Gradient Boosted Decision Trees
I got to know the series of Gradient Boosted Decision Trees (GBDT) at the time for developing classification/regression algorithms for time series data. GBDT algorithms include XGBoost, LightGBM and CatBoost. This article gives a brief explanation of the basic idea of GBDT.
Useful Resources (References)
Questions
When we come to algorithms based on trees, we would like to know some questions of how to construct trees. Specifically, the trees have leaf nodes and splitting nodes. The questions are listed below:
- How to choose the proper features and the value of the features for constructing a splitting nodes?
- When to stop split the node and obtain the leaf node?
- How to combine the results of different trees or what are the relationships between different trees?
- How to constrain the size of trees?
In the following sections, these questions will be answered.
GBDT trees for regression
Let’s start with building trees for regression. Given an example of predicting weights from height, favorite color, and gender shown in the figure below:
General ideas
Initially, the first tree (stump) is created by averaging all the weights. It is used as the first decision tree. The difference between the ground truth and the predicted value is called residual.
Next, a decision tree for predicting these residuals are created.

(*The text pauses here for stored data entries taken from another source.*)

def _run(grid, *, workers=1, cluster=None, parts=None, progress=None, top=COMPOSITION_TOP,
         solves=CHUNK_SOLVES, on_chunk=None, as_frames=False, kinds=None):
    """Compute every chunk not on disk; return the ordered list of chunk row lists or file paths.

    ``on_chunk(n, rows)``, if given, is called in this process as chunk n lands (so
    its share of the table building overlaps the workers' solving). ``as_frames``
    (no checkpoint folder): each worker returns its chunk as a pandas DataFrame, so
    the table is built in the workers, in parallel. ``kinds`` (a dict), if given,
    receives the column kinds of every chunk computed here (so the table writer need
    not read the chunk back for them); with a checkpoint folder and local workers,
    each worker writes its own chunk file.
    """
    if as_frames and parts is not None:
        raise ValueError("as_frames needs parts=None: checkpoint files hold rows")
    compute = _compute_frame if as_frames else _compute_chunk
    if isinstance(workers, bool) or not isinstance(workers, int) or workers < 1:
        raise InputError("workers", workers, "a whole number of worker processes, at least 1")
    tasks = list(_chunks(grid, solves))
    digest = _digest(grid, top, solves)
    results: list = [None] * len(tasks)
    names = [f"{digest}-{n:05d}.json" for n in range(len(tasks))]
    todo = []
    for n, name in enumerate(names):
        if parts is not None and (Path(parts) / name).exists():
            results[n] = Path(parts) / name
        else:
            todo.append(n)
    sizes = [len(t) * len(grid.flow) * len(grid.ambient_pressure) for t in tasks]
    show = sys.stderr.isatty() if progress is None else bool(progress)
    from tqdm import tqdm

    bar = tqdm(total=grid.size, initial=grid.size - sum(sizes[n] for n in todo), unit="pt",
               disable=not show, file=sys.stderr, desc="sweep")
    gd = asdict(grid)

    def land(n, rows):
        if parts is not None:
            path = Path(parts) / names[n]
            _write_atomic(path, lambda fh: fh.write(json.dumps(rows).encode()))
            results[n] = path
        else:
            results[n] = rows
        if kinds is not None and not as_frames:
            kinds[n] = _kinds_of(rows)
        if on_chunk is not None:
            on_chunk(n, rows)
        bar.update(sizes[n])

    def landed_file(n, chunk_kinds):   # a local worker wrote chunk n itself
        results[n] = Path(parts) / names[n]
        if kinds is not None:
            kinds[n] = chunk_kinds
        bar.update(sizes[n])

    if workers > 1 and cluster is None and todo:
        # warm this process (data, tables, compiled kernel) before the pool forks it, so the
        # workers start hot instead of each loading everything again
        _compute_chunk((gd, tasks[todo[0]][:1], top))
    pool, own = _executor(workers, cluster)
    try:
        if pool is None:
            for n in todo:
                land(n, compute((gd, tasks[n], top)))
        elif cluster is not None:
            from distributed import as_completed

            _check_cluster_code(pool, cluster if isinstance(cluster, str) else "client")
            fp = code_fingerprint()
            futs = {pool.submit(_cluster_chunk, (compute, (gd, tasks[n], top), fp), pure=False): n
                    for n in todo}
            for fut in as_completed(list(futs)):
                land(futs.pop(fut), fut.result())  # drop the future so its rows can be freed
                fut.release()
        else:
            from concurrent.futures import as_completed

            own_files = parts is not None and on_chunk is None
            if own_files:
                futs = {pool.submit(_compute_to_file, ((gd, tasks[n], top), str(Path(parts) / names[n]))): n
                        for n in todo}
            else:
                futs = {pool.submit(compute, (gd, tasks[n], top)): n for n in todo}
            for fut in as_completed(list(futs)):
                # drop the future so its rows can be freed
                (landed_file if own_files else land)(futs.pop(fut), fut.result())
                del fut
    finally:
        bar.close()
        if own:
            if cluster is not None:
                pool.close()
            else:
                pool.shutdown(wait=True, cancel_futures=True)
    return results, digest


def _load(item):
    if isinstance(item, Path):
        return json.loads(item.read_text())
    return item


def sweep(oxidizer, fuel, *, mixture_ratio, chamber_pressure, area_ratio=None, exit_pressure=None,
          ambient_pressure=None, altitude=None, flow="shifting", workers: int = 1, cluster=None,
          checkpoint=None, progress=None, confirm=False, composition_top: int = COMPOSITION_TOP,
          chunk_solves: int = CHUNK_SOLVES):
    """Performance over a full grid, as a pandas DataFrame (one row per point, SI units).

    Parameters
    ----------
    oxidizer, fuel, mixture_ratio, chamber_pressure, area_ratio, exit_pressure,
    ambient_pressure, altitude, flow, confirm
        As in :func:`make_grid`.
    workers : int
        Local worker processes (1: this process).
    cluster : str or distributed.Client, optional
        Address of a running Dask scheduler (needs ``dask[distributed]``).
    checkpoint : str or Path, optional
        Folder for finished chunks; a rerun of the same sweep reuses them.
    progress : bool, optional
        Progress bar; by default only on a terminal.
    composition_top : int
        Species kept per station composition column (0: none).
    chunk_solves : int
        Solves per chunk (batch, checkpoint and progress unit).

    Returns
    -------
    pandas.DataFrame
        Columns as :func:`flatten_result`, plus ``status`` and ``reason``;
        units in ``df.attrs["units"]``, provenance in ``df.attrs["perfchain"]``.

    Examples
    --------
    Ideal shifting LOX/RP-1 at O/F 2.56 and 1000 psia to 1 atm is about 300 s
    at sea level (Sutton & Biblarz, Rocket Propulsion Elements, Table 5-5;
    from memory, +/- 1 %); a point with p_e above p_c keeps its row:

    >>> df = sweep("LOX", "RP-1", mixture_ratio="2.56", chamber_pressure="1000 psi",
    ...            exit_pressure="1 atm,100 bar")
    >>> list(df.status), bool(abs(df.isp_ambient[0] / 300 - 1) < 0.01)
    (['ok', 'failed'], True)
    """
    import numpy as np
    import pandas as pd

    grid = make_grid(oxidizer, fuel, mixture_ratio=mixture_ratio, chamber_pressure=chamber_pressure,
                     area_ratio=area_ratio, exit_pressure=exit_pressure, ambient_pressure=ambient_pressure,
                     altitude=altitude, flow=flow, confirm=confirm)
    if checkpoint is not None:
        Path(checkpoint).mkdir(parents=True, exist_ok=True)
    if isinstance(chunk_solves, bool) or not isinstance(chunk_solves, int) or chunk_solves < 1:
        raise InputError("chunk_solves", chunk_solves, "a whole number of solves per chunk, at least 1")
    if checkpoint is None:   # each worker hands back its chunk as a frame: the table builds in parallel
        frames, _ = _run(grid, workers=workers, cluster=cluster, progress=progress, top=composition_top,
                         solves=chunk_solves, as_frames=True)
        cols = _frame_columns(grid, frames)
    else:
        got: dict = {}
        results, _ = _run(grid, workers=workers, cluster=cluster, parts=checkpoint, progress=progress,
                          top=composition_top, solves=chunk_solves,
                          on_chunk=lambda n, rows: got.__setitem__(n, pd.DataFrame(rows)))
        chunks = [_load(item) for item in results]
        cols = _columns(grid, chunks)
        frames = [got[n] if n in got else pd.DataFrame(c) for n, c in enumerate(chunks)]
    df = pd.concat(frames, ignore_index=True).reindex(columns=list(cols))
    for c, kind in cols.items():
        if kind == "float64" and df[c].dtype != np.float64:
            df[c] = df[c].astype("float64")
        elif kind == "string" and df[c].isna().any():   # a missing text is None, as in the rows
            df[c] = df[c].astype(object).where(df[c].notna(), None)
    df.attrs["units"] = {c: column_unit(c) for c in cols}
    df.attrs["perfchain"] = provenance(grid, composition_top)
    return df


def to_xarray(df, grid: SweepGrid | None = None):
    """The table as an xarray Dataset over the grid dimensions (needs xarray).

    Returns None when xarray is not installed.
    """
    try:
        import xarray  # noqa: F401
    except ImportError:
        return None
    dims = grid.dims if grid is not None else {
        k: tuple(dict.fromkeys(df[k])) for k in df.attrs["perfchain"]["grid_order"]}
    return df.set_index(list(dims)).to_xarray()


# --------------------------------------------------------------------------- columns & files
def _kinds_of(rows) -> dict:
    """Column name -> kind of its first value that is not None (or None), in first-seen order."""
    kinds: dict = {}
    open_: set = set()          # keys seen only with None so far
    for row in rows:
        if row.keys() <= kinds.keys() and all(row[k] is None for k in open_ if k in row):
            continue            # nothing new in this row (most rows of a table)
        for k, v in row.items():
            if k not in kinds or kinds[k] is None:
                kinds[k] = None if v is None else ("bool" if isinstance(v, bool) else
                                                   "float64" if isinstance(v, (int, float)) else "string")
                (open_.add if v is None else open_.discard)(k)
    return kinds


def _columns(grid, chunks, known=None) -> dict:
    """Column name -> type (float64, bool, string), grid columns first, then first-seen order.

    ``known`` maps a chunk's index to its :func:`_kinds_of`, for chunks not to be read again.
    """
    names = ["oxidizer", "fuel", "mixture_ratio", "chamber_pressure", grid.exit_key, "ambient_pressure"]
    names += (["altitude"] if grid.altitude is not None else []) + ["flow", "status", "reason"]
    kinds: dict = {}
    for n, rows in enumerate(chunks):
        chunk = (known or {}).get(n)
        for k, v in (chunk if chunk is not None else _kinds_of(_load(rows))).items():
            if k not in kinds or kinds[k] is None:
                kinds[k] = v
    for k in kinds:
        if k not in names:
            names.append(k)
    return {k: kinds.get(k) or ("string" if k in ("reason", "status") else "float64") for k in names}


def _frame_columns(grid, frames) -> dict:
    """:func:`_columns` for chunks held as DataFrames (built from the same rows)."""
    import pandas as pd

    names = ["oxidizer", "fuel", "mixture_ratio", "chamber_pressure", grid.exit_key, "ambient_pressure"]
    names += (["altitude"] if grid.altitude is not None else []) + ["flow", "status", "reason"]
    kinds: dict = {}
    for f in frames:
        if all(kinds.get(c) is not None for c in f.columns):
            continue            # nothing new in this chunk (most chunks of a table)
        for c, dtype in f.dtypes.items():
            if kinds.get(c) is not None:
                continue
            if pd.api.types.is_bool_dtype(dtype):
                kind = "bool"
            elif pd.api.types.is_float_dtype(dtype):
                kind = "float64"
            elif pd.api.types.is_string_dtype(dtype) and not pd.api.types.is_object_dtype(dtype):
                kind = "string"      # pandas infers a text dtype only from text values
            else:
                v = next((x for x in f[c].to_numpy() if x is not None and x == x), None)
                kind = None if v is None else ("bool" if isinstance(v, bool) else
                                               "float64" if isinstance(v, (int, float)) else "string")
            kinds[c] = kind
    for k in kinds:
        if k not in names:
            names.append(k)
    return {k: kinds.get(k) or ("string" if k in ("reason", "status") else "float64") for k in names}


_UNITS = (("pressure", "Pa"), ("temperature", "K"), ("bulk_density", "kg/m^3"), ("density_isp", "kg s/m^3"),
          ("density", "kg/m^3"), ("enthalpy", "J/kg"), ("entropy", "J/(kg K)"), ("molar_mass", "kg/kmol"),
          ("cp", "J/(kg K)"), ("sound_speed", "m/s"), ("velocity", "m/s"), ("cstar", "m/s"),
          ("isp", "s"), ("altitude", "m"), ("fuel_percent", "%"))
_TEXT = ("oxidizer", "fuel", "flow", "status", "reason")


def column_unit(name: str) -> str:
    """SI unit of a table column; ``"1"`` for ratios and Mach numbers, ``""`` for text.

    >>> column_unit("exit_temperature"), column_unit("isp_vacuum"), column_unit("exit_mach")
    ('K', 's', '1')
    """
    if name in _TEXT or name.endswith("_composition"):
        return ""
    for part, unit in _UNITS:
        if part in name and not name.endswith("_ratio"):
            return unit
    return "1"


def _text(v):
    if v is None or (isinstance(v, float) and math.isnan(v)):
        return ""
    return repr(v) if isinstance(v, float) else str(v)


def _write_csv(fh, cols, chunks):
    import csv
    import io

    buf = io.StringIO()
    w = csv.writer(buf, lineterminator="\n")
    w.writerow(cols)
    for rows in chunks:
        for r in _load(rows):
            w.writerow([_text(r.get(c)) for c in cols])
        fh.write(buf.getvalue().encode())
        buf.seek(0)
        buf.truncate()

Afterwards, the values of this tree is added to previous tree with a learning rate. This can explain why they are called gradient boosting decision trees. GBDT trees are a bunch of weak learners. In addition, smaller learning rate in right direction can achieve better results with lower variances.
Regression details
How to define the value of leaves
Step 1
Firstly, initialize the model with a constant value.
\[F_0(x)={argmin}_{r}\sum^n_{i=1}L(y_i, \gamma)\]where (y_i) represents the observed value, (\gamma) represents the leaf value. It can be seen that the leaf value is simple the averaged value of all samples.
Step 2
In the second step, the loss function and its gradient are computed for the pseudo residuals and terminal regions (can be regard as the leaf values).

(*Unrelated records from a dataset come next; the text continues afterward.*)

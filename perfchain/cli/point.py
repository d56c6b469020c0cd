"""``perfchain point``: one operating point, as a table for a person or as JSON."""

from __future__ import annotations


import click

from perfchain.api.display import format_point
from perfchain.cli.edges import check_output, json_text, out_option, quote_as_typed, units_option
from perfchain.cli.uncertainty import uncertainty_options
from perfchain.inputs import point_args

__all__ = ["point", "format_point", "ingredients", "point_options", "delivered_options"]


def point_options(f):
    """The options that state one operating point (shared with later commands)."""
    opts = [
        click.option("--oxidizer", help="Oxidizer name, e.g. LOX, N2O4, H2O2-98, 'LOX @ 80 K'."),
        click.option("--fuel", help="Fuel name, e.g. RP-1, LH2, LCH4, MMH, paraffin."),
        click.option("--propellant", help="Instead of --oxidizer/--fuel/mixture: a formulation by mass, "
                     "'AP=0.68, Al=0.18, HTPB=0.14', or a monopropellant, e.g. H2O2-98."),
        click.option("--mixture-ratio", help="O/F by mass."),
        click.option("--equivalence-ratio", help="Equivalence ratio (>1 fuel-rich)."),
        click.option("--fuel-percent", help="Fuel mass per cent."),
        click.option("--chamber-pressure", required=True, help="With a unit: '1000 psi', '20 bar', '7 MPa'."),
        click.option("--area-ratio", help="Exit/throat area ratio (> 1)."),
        click.option("--exit-pressure", help="Exit pressure with a unit, e.g. '1 atm'."),
        click.option("--ambient-pressure", default=None,
                     help="Ambient pressure with a unit; '0 Pa' is vacuum. [default: 1 atm]"),
        click.option("--flow", default="shifting", show_default=True,
                     help="Composition model: shifting, frozen or frozen-throat."),
    ]
    for opt in reversed(opts):
        f = opt(f)
    return f


def delivered_options(f):
    """Options for delivered performance, finite chamber, altitude and sizing."""
    opts = [
        click.option("--cstar-efficiency", help="Combustion (c*) efficiency in (0, 1]."),
        click.option("--nozzle-half-angle", help="Conical nozzle half-angle with a unit, e.g. '15deg'."),
        click.option("--divergence-factor", help="Divergence factor in (0, 1] (instead of the half-angle)."),
        click.option("--cf-efficiency", help="Overall Cf efficiency in (0, 1]: delivered over ideal vacuum Cf, the whole Cf "
                     "scaled (pressure part included); ambient Cf = vacuum Cf - (pa/pc) eps."),
        click.option("--contraction-ratio", help="Chamber/throat area ratio (> 1); default infinite."),
        click.option("--altitude", help="Altitude with a unit, e.g. '11 km' (instead of --ambient-pressure)."),
        click.option("--thrust", help="Thrust to size the chamber for, with a unit, e.g. '5 kN'; with condensed "
                     "products (aluminized grains) its throat also sets the default two-phase flow loss."),
        click.option("--thrust-at", type=click.Choice(["vacuum", "ambient"]), default="vacuum",
                     show_default=True, help="Where the thrust is given."),
        click.option("--throat-diameter", help="Throat diameter with a unit, e.g. '45 mm', for the default "
                     "two-phase flow loss of condensed products (instead of one sized from --thrust)."),
        click.option("--particle-size", help="Mean condensed-particle diameter with a unit, e.g. '3 um', for the "
                     "two-phase flow loss (default: Hermsen's correlation)."),
    ]
    for opt in reversed(opts):
        f = opt(f)
    return f


@click.command("point")
@point_options
@delivered_options
@click.option("--separation", help="Flow-separation criterion for the ambient values: summerfield "
              "(default, k=0.4), summerfield:K (K from 0.25 to 0.5) or schmucker; a separated nozzle "
              "gets the cut-nozzle estimate.")
@click.option("--ammonia-dissociation", help="Hydrazine alone (--propellant N2H4): the ammonia dissociation "
              "of a catalytic bed, 0 to 1; fixes the chamber composition, frozen nozzle.")
@click.option("--json", "as_json", is_flag=True, help="Print one JSON object (SI units).")
@uncertainty_options("local")
@click.option("--workers", default="1", show_default=True, help="Worker processes for the --vary samples.")
@out_option
@units_option
@quote_as_typed
def point(as_json, separation, vary, samples, seed, sensitivity, samples_out, workers, out, units, **options):
    """Performance of one operating point (chamber, throat, exit, c*, Cf, Isp).

    The propellant is --oxidizer and --fuel at one mixture, or --propellant: a solid
    grain or other formulation by mass fraction, or a monopropellant. Ideal by default;
    efficiency options add delivered values, and --thrust sizes the thrust chamber.
    """
    path, units = check_output(out, units)
    if vary:
        from perfchain.api.uncertainty import point_uncertainty
        from perfchain.cli.uncertainty import print_uncertain
        from perfchain.inputs import count

        u = point_uncertainty(**options, separation=separation, vary=list(vary), samples=samples, seed=seed,
                              sensitivity=sensitivity,
                              workers=count(workers, "--workers", "a whole number of worker processes, at least 1", 1))
        print_uncertain(u, as_json, samples_out, "" if as_json else format_point(u.nominal, units or "si"))
        result = u.nominal            # --out writes the nominal point
    else:
        from perfchain.performance.chain import performance

        result = performance(**point_args(**options), separation=separation, transport=True)
        click.echo(json_text(result.to_dict()) if as_json else format_point(result, units or "si"))
    if path is not None:
        from perfchain.study.outfiles import write_rows
        from perfchain.study.rows import flatten_result

        inputs = {k: v for k, v in {**options, "separation": separation, "units": units}.items() if v is not None}
        path = write_rows(path, [flatten_result(result.to_dict())], units=units, inputs=inputs)
        click.echo(f"wrote 1 point to {path}", err=True)


@click.command("ingredients")
@click.option("--json", "as_json", is_flag=True, help="Print JSON (SI units).")
def ingredients(as_json):
    """List the bundled ingredients with their storage state and sources."""
    from perfchain.api.ingredients import ingredient_rows

    rows = ingredient_rows()
    if as_json:
        click.echo(json_text(rows))
        return
    click.echo(f"{'name':12s} {'role':9s} {'T [K]':>8s} {'h [kJ/kg]':>11s} {'rho [kg/m3]':>12s}  aliases")
    for r in rows:
        click.echo(f"{r['name']:12s} {r['role']:9s} {r['temperature']:8.2f} {r['enthalpy'] / 1e3:11.1f} "
                   f"{r['density']:12.4g}  {', '.join(r['aliases'])}")
    click.echo("\nHandle every propellant under your site's safety rules: hydrazines and N2O4 are toxic "
               "(hydrazines are suspected carcinogens), cryogens burn and asphyxiate, N2O can decompose "
               "explosively, concentrated H2O2 and oxygen feed fires; AP, AN, KN, nitrocellulose, "
               "nitroglycerin, ADN and metal powders can ignite or detonate when ground, mixed, cast or "
               "cured (licensed practice and local explosives law only).")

The loss function is defined by the mean square error,
\[L(y_i, F(x_i)) = (y_i - F(x_i))^2\]where (F(x_i)) is the prediction values from the last tree, (i) represents the index of the training samples. Clearly, the value of the loss function is the (pseudo) residual . Afterwards, different samples are split to different branches, the terminal region (R_{jm}) is found by these sorted pseudo residuals. (j) represents the index of the terminal regions, (m) represents the index of the trees. In addition, the parameter (m) is often called iterations in gbdt packages, for example, LightGBM and CatBoost.
After finding the terminal regions, the leaf values are calculated. The leaf values need to minimize the loss function, they are calculated as follows,
\[\gamma_{jm} = argmin_{\gamma}\sum_{x_i \in R_{ij}}L(y_i, F_{m-1}(x_i) + \gamma)\]where (gamma) is the leaf value.

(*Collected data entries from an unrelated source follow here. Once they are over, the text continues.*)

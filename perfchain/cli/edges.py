"""What every command shares at its edges: errors that quote the text typed, and JSON that is always valid.

No physics here, and nothing from the commands: :mod:`.point`, :mod:`.sweep`,
:mod:`.study` and :mod:`.vehicle` import it.
"""

from __future__ import annotations

import functools
import json
import math

from perfchain.errors import InputError

__all__ = ["quote_as_typed", "json_text", "finite_or_none", "units_option", "out_option", "check_output",
           "UNITS_HELP", "OUT_HELP"]

UNITS_HELP = ("Units of the readable output and of --out: si (bar, K, m/s, kg, mm) or us (psia, degR, ft/s, "
              "lbm, in); --json stays SI. [default: si on screen; SI base units (Pa, m) in --out files]")
OUT_HELP = "Also write the result as a table: .csv (with a .meta.json of units), .parquet or .json."


def _option_text(field: str, params: dict):
    """The text typed for the option an error names (``exit_pressure``, ``--out``...), or None."""
    key = field.strip().lstrip("-").replace("-", "_")
    value = params.get(key)
    return value if isinstance(value, str) else None


def quote_as_typed(command):
    """Make a click callback's one-line errors quote the option as the user typed it.

    A check deep in the chain sees SI numbers (``exit_pressure: got 7999986.887...``); this
    puts the option's own text back (``got '1160.3 psi'``) when the error names an option
    that was given as text. The rest of the line is kept.

    Parameters
    ----------
    command : callable
        A click command's callback (keyword arguments named after the options).

    Returns
    -------
    callable

    Examples
    --------
    >>> @quote_as_typed
    ... def point(exit_pressure=None):
    ...     raise InputError("exit_pressure", 7999986.8872632515, "a pressure below the throat pressure")
    >>> try:
    ...     point(exit_pressure="1160.3 psi")
    ... except InputError as exc:
    ...     print(exc)
    exit_pressure: got '1160.3 psi'; allowed: a pressure below the throat pressure
    """
    @functools.wraps(command)
    def wrapper(*args, **params):
        try:
            return command(*args, **params)
        except InputError as exc:
            text = _option_text(str(exc.field), params)
            if text is None or exc.value == text:
                raise
            raise type(exc)(exc.field, text, exc.allowed) from None
    return wrapper


def units_option(f):
    """The ``--units si|us`` option of a command (checked by :func:`check_output`, not by click)."""
    import click

    return click.option("--units", help=UNITS_HELP)(f)


def out_option(f):
    """The ``--out FILE`` option of a command that writes its result as a small table."""
    import click

    return click.option("--out", help=OUT_HELP)(f)


def check_output(out, units):
    """Check ``--out`` and ``--units`` before anything is computed; ``(path or None, units or None)``.

    >>> check_output(None, "US")
    (None, 'us')
    >>> check_output(None, "metric")
    Traceback (most recent call last):
    ...
    perfchain.errors.InputError: units: got 'metric'; allowed: one of si, us
    """
    from perfchain.study.columns import check_units
    from perfchain.study.files import check_out

    return (None if out is None else check_out(out)), (None if units is None else check_units(units))


def finite_or_none(data):
    """A copy of plain data (dicts, lists, numbers) with every non-finite float as None.

    >>> finite_or_none({"burn_time": float("inf"), "stages": [1.5, float("nan")]})
    {'burn_time': None, 'stages': [1.5, None]}
    """
    if isinstance(data, float):
        return data if math.isfinite(data) else None
    if isinstance(data, dict):
        return {k: finite_or_none(v) for k, v in data.items()}
    if isinstance(data, (list, tuple)):
        return [finite_or_none(v) for v in data]
    return data


def json_text(data, indent: int = 2) -> str:
    """JSON text of plain data that every JSON reader accepts: a non-finite number becomes ``null``.

    Python's :func:`json.dumps` writes ``Infinity`` and ``NaN`` by default, which are not JSON
    (RFC 8259, section 6).

    >>> json_text({"burn_time": float("inf")}, indent=None)
    '{"burn_time": null}'
    """
    return json.dumps(finite_or_none(data), indent=indent, allow_nan=False)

Finally, the new tree is defined as below,
\[F_m(x) = F_{m-1}(x) + \nu \sum_{j=1}^{J_m} \gamma_m I(x \in R_{jm})\]It can be seen that finding the terminal regions is quite time consuming. Under a split value of a specific feature, it needs to iterate all training samples. Therefore, many optimized GBDT algorithms emerge to improve computing efficiency, such as XGBoost, LightGBM, and CatBoost.